# Odd methode produced brown powder, powder will not melt?



## ameturerefiner (Mar 18, 2013)

I want to start by saying i know i do not have a torch hot enough to melt anything over lead(by mp). But here is my question.
In another forum under chemistry I explained several experiments that i had done which yielded no gold. But two did yield something. 

In this case the solution was treated first with smb to no avail. Then NaOH was added to adjust PH, I had done this once before using oxalic acid both yielded a brown powder. I dried this out and hit it with the torch, I know NaOH has a MP of 604 degrees F. A Map gas torch should easily melt this, So i know it is not Lye. In fact no chemical present has a melting point over 650 degrees, So this must be at least some type of metal. Not only that but no fumes where released, if you burn a sulphide or chloride you will smell it. No gases came off this powder. So it must be elemental. Could this be gold?

I will continue my work, exposing it to various acids, To see what if any action results other then AR. But i would really like to hear back from a more experienced refiner. Thank you


----------



## NobleMetalWorks (Mar 19, 2013)

Do not subject your material to any acids, you don't put things into acids that you are not sure what their composition is.

You are all over the board, you are trying all kinds of things that you are not sure what their reactions will be. You need to stop what you are doing and read before attempting anything further. These are serious and potentially harmful reactions you are playing with. I posted on your other thread, please read it before you continue, and possibly seriously harm yourself or others or worse.

http://www.goldrefiningforum.com/phpBB3/viewtopic.php?f=37&t=17683

Scott


----------



## butcher (Mar 19, 2013)

ameturerefiner,
I agree with the answer you have been given, you need to study more to get a background understanding, and before you hurt yourself, or someone else.

To try and give you some kind of answer to the question here, when you put NaOH into a solution of dissolved metal acidic solution, you lower pH, most all of the metals in solutions as dissolved salts of metals will precipitate out of solution, this forms oxides or hydroxides of those metals, the neutral solution also becomes a salt of the acid previously used, this salt could also precipitate or need to be washed from the metal oxides, when you try to melt these metal oxides you may or may not be able to form metals again from them, some base metals may just oxidize under the torch and some burn up in smoke as deadly fumes, these base metal oxides may need a flux to melt them with, a reducing flux that changes the chemistry of the melt, taking oxygen from the metals and the torch flame to reduce the metal back to metals, also if you still have salts in these metals (even table salt NaCl, formed from the chloride acid and your NaOH) the gold with this salt, your gold would be oxidized as you tried to melt it and you would just burn your gold off in the smoke, silver will do the same with chlorides in a melt, my guess is you do have some metal oxide in that lump you tried to melt, but you also created a lot of toxic gases when you tried to melt it, and who knows you may have just burned off any gold in that lump of metal oxide.

The things you are trying, you need some background understanding before trying them, you need some study to understand what you are doing, otherwise all I see you doing is running around like a chicken with its head cut off trying things and getting no where. not really knowing where it is going.

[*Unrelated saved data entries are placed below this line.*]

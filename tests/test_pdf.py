"""The reviewer's PDF, read back by pypdf: marks, values, comments, attachment, tags, the same bytes, hostile text.

Rules of the format are those of ISO 32000-1 (PDF 1.7), ISO 19005-3 (PDF/A-3) and ISO 14289-1 (PDF/UA-1), cited from memory.
"""

from __future__ import annotations

import os
import re
import subprocess
import sys
from pathlib import Path

import pytest
from annotate_fixture import EXAMPLE, HOSTILE, example, hostile, report_of, said
from pdf_reading import annotations, flat, read, text_of, words
from pypdf import PdfReader
from pypdf.generic import DictionaryObject

from calccheck import check_text
from calccheck.annotate.marks import MARKS
from calccheck.annotate.record import LIMITS, comment_text, entries
from calccheck.annotate.record_parts import SIGNATORIES
from calccheck.annotate.to_pdf import to_pdf


@pytest.fixture(scope="module")
def pdf() -> PdfReader:
    return read(example(), 2, 3)


@pytest.fixture(scope="module")
def nasty() -> PdfReader:
    return read(hostile())


# --- what stands on the paper ---------------------------------------------------------------------------------------


def test_every_mark_stands_with_sign_word_and_number_behind_its_claim(pdf):
    shown = flat(text_of(pdf))
    for entry in entries(example()):
        assert flat(f"{MARKS[entry.kind].label}{entry.number}") in shown
    for claim in (
        "V_b = 3 V✓ agrees1",
        "I_R1 = 1.50 A✗ differs2",
        "3.0 V ≈ rounded5",
        "8.8 V ◇ accepted6",
        "3.3 V? unchecked7",
    ):
        assert flat(claim) in shown


def test_the_record_gives_printed_recomputed_deviation_and_why(pdf):
    shown = flat(text_of(pdf))
    row = "I_R1=1.50AI_R1isnotwhatthecircuitgives.ThenumberfollowsifR2isleftout.1.50A1A+50%circuit"
    assert row in shown
    assert "7W6W+16.7%circuit" in shown
    assert "givenVmin=2.5Vstatedinthissheet" in shown
    assert "3.1×10⁻¹⁶" in shown


def test_the_limits_of_the_check_and_the_boxes_to_sign(pdf):
    shown = flat(text_of(pdf))
    opening, points, closing = LIMITS
    for sentence in (opening, *points, closing, *SIGNATORIES):
        assert flat(sentence) in shown
    assert shown.count("Signature") >= len(SIGNATORIES)


def test_title_block_on_every_page(pdf):
    for k, page in enumerate(pdf.pages, 1):
        shown = flat(page.extract_text())
        for piece in ("EX-7", "Two resistors in series", "2026-03-04", "sheet 2 of 3", f"PAGE{k} of {len(pdf.pages)}"):
            assert flat(piece) in shown


def test_front_matter_that_has_no_place_in_the_title_block_stands_in_the_summary(pdf):
    assert flat("hazard Hot surfaces") in flat(pdf.pages[0].extract_text())


def test_the_summary_names_the_worst_first(pdf):
    front = flat(pdf.pages[0].extract_text())
    front = front[front.index("Worstfirst") :]
    order = ["differs2", "differs4", "unchecked7", "errorF2", "cautionF1", "accepted6"]
    assert sorted(order, key=front.index) == order


def test_the_sheets_own_words_all_stand(pdf):
    shown = flat(text_of(pdf))
    for line in (
        "Divider & its powers",
        "Some plain words before",
        "# supply",
        "a to b",
        "second item, where",
        "The end.",
    ):
        assert flat(line) in shown


# --- comments -------------------------------------------------------------------------------------------------------


def test_a_comment_on_each_claim_to_be_mended_and_on_no_other(pdf):
    found = {a["/NM"]: a for _, _, a in annotations(pdf, "/Highlight")}
    wanted = {e.key: e for e in entries(example()) if e.kind in ("differs", "unchecked", "error")}
    assert set(found) == set(wanted) == {"c2", "c4", "c7", "f2"}
    for key, annotation in found.items():
        assert annotation["/Contents"] == comment_text(wanted[key])
        assert annotation["/Subj"] == MARKS[wanted[key].kind].word
        message = wanted[key].message
        assert message[:1].upper() + message[1:] in annotation["/Contents"]
        assert annotation["/F"] == 4  # prints (ISO 19005-3, 6.3.2)
        assert annotation["/AP"]["/N"].get_object()["/Subtype"] == "/Form"


def test_comments_lie_on_their_words_inside_the_page(pdf):
    commented = {"c2": "1.50 A", "c7": "V_b is 3.3 V", "f2": "R2: 3"}
    for page, _, a in annotations(pdf, "/Highlight"):
        x0, y0, x1, y1 = (float(v) for v in a["/Rect"])
        assert 0 <= x0 < x1 <= float(page.mediabox.width)
        assert 0 <= y0 < y1 <= float(page.mediabox.height)
        quads = [float(v) for v in a["/QuadPoints"]]
        assert len(quads) % 8 == 0
        assert all(x0 - 0.01 <= x <= x1 + 0.01 for x in quads[::2])
        assert all(y0 - 0.01 <= y <= y1 + 0.01 for y in quads[1::2])
        if a["/NM"] in commented:
            inside = [w.text for w in words(page) if x0 - 1 <= w.x <= x1 and y0 <= w.y <= y1]
            assert flat(commented[a["/NM"]]) in flat("".join(inside))


def test_no_comment_where_all_is_well():
    text = EXAMPLE.replace("8.8 V", "9.0 V")
    reader = read(report_of(text, said(text, "V_b = 3 V", "agrees", place="code", basis="circuit")))
    assert not list(annotations(reader, "/Highlight"))
    assert "Theoneclaimstands." in flat(text_of(reader))


def test_no_link_to_a_comment_is_left_over(pdf):
    assert not [a for _, _, a in annotations(pdf, "/Link") if str(a.get("/A", {}).get("/URI", "")).startswith("annot")]


def lands_on(at: float, y: float) -> bool:
    """Whether a jump to this height shows what stands at height ``y`` as the first thing on the screen: a line below."""
    return 8 < at - y < 18


def jumps(reader: PdfReader) -> list[tuple[int, tuple[float, float], int, float]]:
    """Every link inside the file: its page, the middle of its box, the page it leads to, the height there."""
    found = []
    for page, _, link in annotations(reader, "/Link"):
        target = link["/Dest"]
        assert target[1] == "/XYZ"  # a place, not a page alone (ISO 32000-1, 12.3.2.2)
        x0, y0, x1, y1 = (float(v) for v in link["/Rect"])
        to = reader.get_page_number(target[0].get_object())
        assert to is not None
        assert 0 <= float(target[3]) <= float(reader.pages[to].mediabox.height)
        found.append((page.page_number, ((x0 + x1) / 2, (y0 + y1) / 2), to, float(target[3])))
    return found


def test_every_mark_leads_to_the_record_and_back(pdf):
    """From a mark to the row of its claim, from the row's mark to the mark in the sheet, by where the links lie and land."""
    titles = [flat(page.extract_text()) for page in pdf.pages]
    record = next(k for k, page in enumerate(titles) if "Checkrecord" in page)
    checker = next(k for k, page in enumerate(titles) if "Lefttothechecker" in page)
    found = jumps(pdf)
    there = [j for j in found if j[0] < record <= j[2] < checker]
    back = [j for j in found if record <= j[0] < checker and j[2] < record]
    assert len(there) == len(back) == len(entries(example()))
    for page, (_, y), to, at in there:
        rows = [b for b in back if b[0] == to and lands_on(at, b[1][1])]
        assert [b[2] for b in rows if lands_on(b[3], y)] == [page]  # the row leads back to the line that led to it


def test_the_front_and_the_checkers_page_lead_to_the_marks(pdf):
    titles = [flat(page.extract_text()) for page in pdf.pages]
    record = next(k for k, page in enumerate(titles) if "Checkrecord" in page)
    marks = {(j[0], round(j[1][1])) for j in jumps(pdf) if j[0] < record <= j[2]}
    for page in (0, len(titles) - 1):
        inward = [j for j in jumps(pdf) if j[0] == page and j[2] < record]
        assert inward
        for _, _, to, at in inward:
            assert any(to == p and lands_on(at, y) for p, y in marks)


# --- the file -------------------------------------------------------------------------------------------------------


def test_the_sheet_is_attached_byte_for_byte(pdf, nasty):
    assert pdf.attachments["TS-101.md"] == [EXAMPLE.encode()]
    (name,) = nasty.attachments
    assert re.fullmatch(r"[\w.-]+\.md", name)
    assert nasty.attachments[name] == [HOSTILE.encode()]


def test_line_ends_of_the_attachment_are_kept():
    text = '# Head\r\n\r\nText\rand \\ "more"\r\n'
    assert read(report_of(text)).attachments["TS-101.md"] == [text.encode()]


def test_archivable_and_tagged_after_the_comments_are_in(pdf):
    root = pdf.trailer["/Root"]
    meta = root["/Metadata"].get_object().get_data().decode()
    assert "<pdfaid:part>3</pdfaid:part>" in meta
    assert "<pdfaid:conformance>A</pdfaid:conformance>" in meta
    assert "<pdfuaid:part>1</pdfuaid:part>" in meta
    assert root["/MarkInfo"]["/Marked"]
    assert root["/Lang"] == "en"
    assert root["/OutputIntents"]
    assert pdf.trailer["/ID"][0]
    assert "2026-03-04" in meta
    assert pdf.pdf_header == "%PDF-1.7"
    assert f"{pdf.metadata.creation_date:%Y-%m-%d}" == f"{pdf.metadata.modification_date:%Y-%m-%d}" == "2026-03-04"


def test_every_comment_has_its_place_in_the_tagged_text(pdf):
    """ISO 14289-1, 7.18.1: annotations are enclosed in an Annot tag (ISO 32000-1, 14.7.4.4 for the way there)."""
    numbers = pdf.trailer["/Root"]["/StructTreeRoot"]["/ParentTree"]["/Nums"]
    parents = {int(numbers[k]): numbers[k + 1].get_object() for k in range(0, len(numbers), 2)}
    seen = 0
    for page, reference, annotation in annotations(pdf, "/Highlight"):
        element = parents[annotation["/StructParent"]]
        assert element["/S"] == "/Annot"
        children = element["/K"] if isinstance(element["/K"], list) else [element["/K"]]
        objects = [k.get_object() for k in children if isinstance(k.get_object(), DictionaryObject)]
        assert reference.idnum in [o.raw_get("/Obj").idnum for o in objects if o.get("/Type") == "/OBJR"]
        assert page["/Tabs"] == "/S"
        seen += 1
    assert seen == 4


def test_same_sheet_same_bytes_here_and_in_another_process_and_folder(tmp_path):
    here = to_pdf(example(), 1, 2)
    assert to_pdf(example(), 1, 2) == here
    code = (
        "import sys; sys.path.insert(0, sys.argv[1]); from annotate_fixture import example; "
        "from calccheck.annotate.to_pdf import to_pdf; sys.stdout.buffer.write(to_pdf(example(), 1, 2))"
    )
    environment = {**os.environ, "PYTHONHASHSEED": "7", "TZ": "Asia/Tokyo", "TMPDIR": str(tmp_path)}
    ran = subprocess.run(
        [sys.executable, "-c", code, str(Path(__file__).parent)],
        cwd=tmp_path, env=environment, capture_output=True, check=True,
    )  # fmt: skip
    assert ran.stdout == here


def test_a_sheet_without_a_date_bears_none_of_its_own(nasty):
    assert nasty.metadata.creation_date.year == 1970


def test_a_circuit_is_listed_with_the_sheets_line_numbers(pdf):
    line = next(k for k, s in enumerate(EXAMPLE.splitlines(), 1) if s.startswith("R1:"))
    assert flat(f"{line} R1: 6 Ω,   a to b") in flat(text_of(pdf))


# --- dollar maths ---------------------------------------------------------------------------------------------------

MATHS = r"""---
sheet: EX-8
---

# Maths

```circuit
reference com
V1: 5 V,    a to com
R1: 10 kΩ,  a to b
R2: 10 kΩ,  b to com
```

$$
\begin{aligned}
V_\mathrm{b} \text{ due to V1} &= \frac{V_1 R_2}{R_1 + R_2} \\
 &= \frac{5\,\mathrm{V} \cdot 10\,\mathrm{k\Omega}}{20\,\mathrm{k\Omega}} = 2.5\,\mathrm{V} \\
I_{R_1} &= 0.30\,\mathrm{mA}
\end{aligned}
$$

Within a line $V_\mathrm{b} = 2.5\,\mathrm{V}$ stands, and $a_1 + \frac{b}{c}$ claims nothing.
"""


def test_dollar_maths_is_set_as_it_was_read():
    """No markup of a claim is left, every line bears its number and its mark; what claims nothing stands as written."""
    report = check_text("maths.md", MATHS)
    assert [j.verdict for j in report.claims] == ["agrees", "differs", "agrees"]  # 5 V / 20 kΩ is 0.25 mA
    reader = read(report)
    shown = flat(text_of(reader))
    assert [m for m in re.findall(r"\\[a-zA-Z]+", shown) if m != r"\frac"] == []
    assert r"a_1+\frac{b}{c}" in shown
    for piece in ("2.5V", "0.30mA", "10kΩ", "dueto V1", "✓ agrees1", "✗ differs2", "✓ agrees3"):
        assert flat(piece) in shown
    assert [a["/NM"] for _, _, a in annotations(reader, "/Highlight")] == ["c2"]
    row = next(e for e in entries(report) if e.key == "c2")
    assert (row.printed, row.computed) == ("0.30 mA", "0.25 mA")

You keep trying things you really do not understand yet and asking questions, questions that are very hard to answer, questions like if I through everything I find in a pot and cook it, then dump it out and salt it what have I made?
You need to back up slow down and relax, begin at the beginning, with the books, learn first before just throwing every thing in the pot, and hoping something good comes out of it.

You can learn this, it really is not hard if you do it in the proper way, but the way you are going about it, you really are not learning anything, except how to waste your time and loose your gold.

stop wasting your time, stop wasting our time, spend your time studying, spend your time with your nose in Hokes book, and reading the forum, if you continue to refuse to do that, and keep trying stupid things asking stupid questions, and wasting our time here on the forum maybe then it would be better for you, and us, if you were not here on this forum where people who wish to learn study, where people here have told you many times how to learn but you refuse to listen thinking yourself more clever, and continue to do dangerous experiments, if this is how you wish to proceed, then you may just be better off learning on some other forum where people just throw everything in a pot and hope something good comes out.
Put up your acids, but your solutions in a bucket with a bar of copper in a safe place, get out Hokes book and study, stop asking stupid questions wasting our time trying to help you if you will not listen to what we say.

Get out Hokes book and go from being an amateur-refiner, to a gold refiner who knows what he is doing, do this before we loose our patience with trying to help you learn to become a refiner.


----------



## g_axelsson (Mar 19, 2013)

butcher said:


> ... when you put NaOH into a solution of dissolved metal acidic solution, you lower pH ...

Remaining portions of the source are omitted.